S.N. Hong*1, J.S. Koo2, S.J. Park3, J.P. Im4, Y.S. Kim5, J.W. Kim4, Y.-H. Kim1
1Samsung Medical Center, Sungkyunkwan University School of Medicine, Medicine, Seoul, South Korea, 2Korea University College of Medicine, Internal Medicine, Ansan, Korea, Republic of, 3Yonsei University, Yonsei university school of medicine, Seoul, Korea, Republic of, 4Seoul National University College of Medicine, Internal Medicine, Seoul, Korea, Republic of, 5Inje University College of Medicine, Internal Medicine, Seoul, Korea, Republic of
Background: Crohn's disease is chronic inflammatory bowel diseases caused by dysregulated mucosal immune responses to the gut microbiota in genetically susceptible individuals. So far, over 140 susceptibility loci to CD have been identified through genome-wide association studies and meta-analyses, however it has not fully explained the heritability of CD. Because a phenotypic character of CD is an abrupt transition between unaffected normal-looking mucosa and affected ulcerative mucosa, so-called skip lesions, the evaluation of transcriptome in affected and unaffected mucosa of CD patients may give a direct evidence for pathogenesis of CD. The aim was to investigate the transcriptomic changes in affected and unaffected mucosa of Crohn's disease patients compared to normal colonic mucosa of healthy controls by using RNA sequencing.

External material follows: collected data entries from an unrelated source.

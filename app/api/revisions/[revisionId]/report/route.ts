/** GET ?format=md|pdf: the report of a revision (the stored one once released). */
import { z } from "zod";
import { requireUser } from "@/lib/auth/session";
import { handle, idFrom, parseWith } from "@/lib/api/handler";
import { getRevision } from "@/lib/db/revisions";
import { currentReportMarkdown } from "@/lib/report/release";
import { reportPdf } from "@/lib/report/pdf";
import { drawingsInWorker } from "@/lib/worker/run-analysis";

export const dynamic = "force-dynamic";
const querySchema = z.object({ format: z.enum(["md", "pdf"]).default("md") });

export const GET = handle(async (req: Request, ctx: { params: Promise<{ revisionId: string }> }) => {
  const user = await requireUser();
  const id = await idFrom(ctx.params, "revisionId");
  const { format } = parseWith(querySchema, Object.fromEntries(new URL(req.url).searchParams));
  const rev = await getRevision(user, id);
  const md = await currentReportMarkdown(user, id);
  const base = `sixfold-layout-${rev.layoutId}-r${rev.number}`;
  if (format === "md") {
    return new Response(md, {
      status: 200,
      headers: { "content-type": "text/markdown; charset=utf-8", "content-disposition": `attachment; filename="${base}.md"` },
    });
  }
  const pdf = await reportPdf(md, await drawingsInWorker(rev.layout, rev.report));
  return new Response(Buffer.from(pdf), {
    status: 200,
    headers: { "content-type": "application/pdf", "content-disposition": `attachment; filename="${base}.pdf"` },
  });
});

We conducted a pilot case-control study of RNA expression profile using RNA sequencing of affected ulcerative and unaffected normal-looking intestinal mucosa of 13 CD patients compared to normal colonic mucosa of age/sex matched 13 healthy controls. Mucosal total RNA was isolated and purified, and next-generation pair-end sequencing was performed. After normalization between samples, differentially expressed genes were selected using DESeq R package.
Forty four genes were differentially expressed in affected vs. unaffected CD mucosa (p<0.01), 1,158 genes in affected CD mucosa vs. normal control mucosa (p<0.01), and 182 genes in unaffected CD mucosa vs. normal control mucosa (p<0.01). Nineteen genes were overlapped on Venn Diagram. Fifteen genes were up-regulated sequentially in affected, unaffected CD mucosa, and normal control mucosa (ANGPT2, CHN1, CPXM1, CPZ, CXCL1, FCN3, GJC1, HSD11B1, LZTS1, MEOX1, MMP12, PLA1A, SERPINE1, SGIP1, and TRPC4). Four genes were down-regulated sequentially in normal control mucosa, affected, and unaffected CD mucosa (FAM189A1, PDE6A, SLC38A4, and HMGCS2). Pathway analysis revealed that identified genes were associated with collagen degradation, collagen biosynthesis and modifying enzymes, integrin cell surface interactions, extracellular matrix organization, degradation of the extracellular matrix, validated targets of C-MYC transcriptional activation, collagen formation, and leukocyte transendothelial migration.
RNA-Seq analysis of affected, unaffected CD mucosa, and normal colonic mucosa show transcriptome changes that provide the rationale for validation studies to explore the role of mucosal factors in the pathogenesis of CD.
This study was supported by a grant of the Korean Health Technology R&D Project, Ministry of Health and Welfare, Republic of Korea (A120176).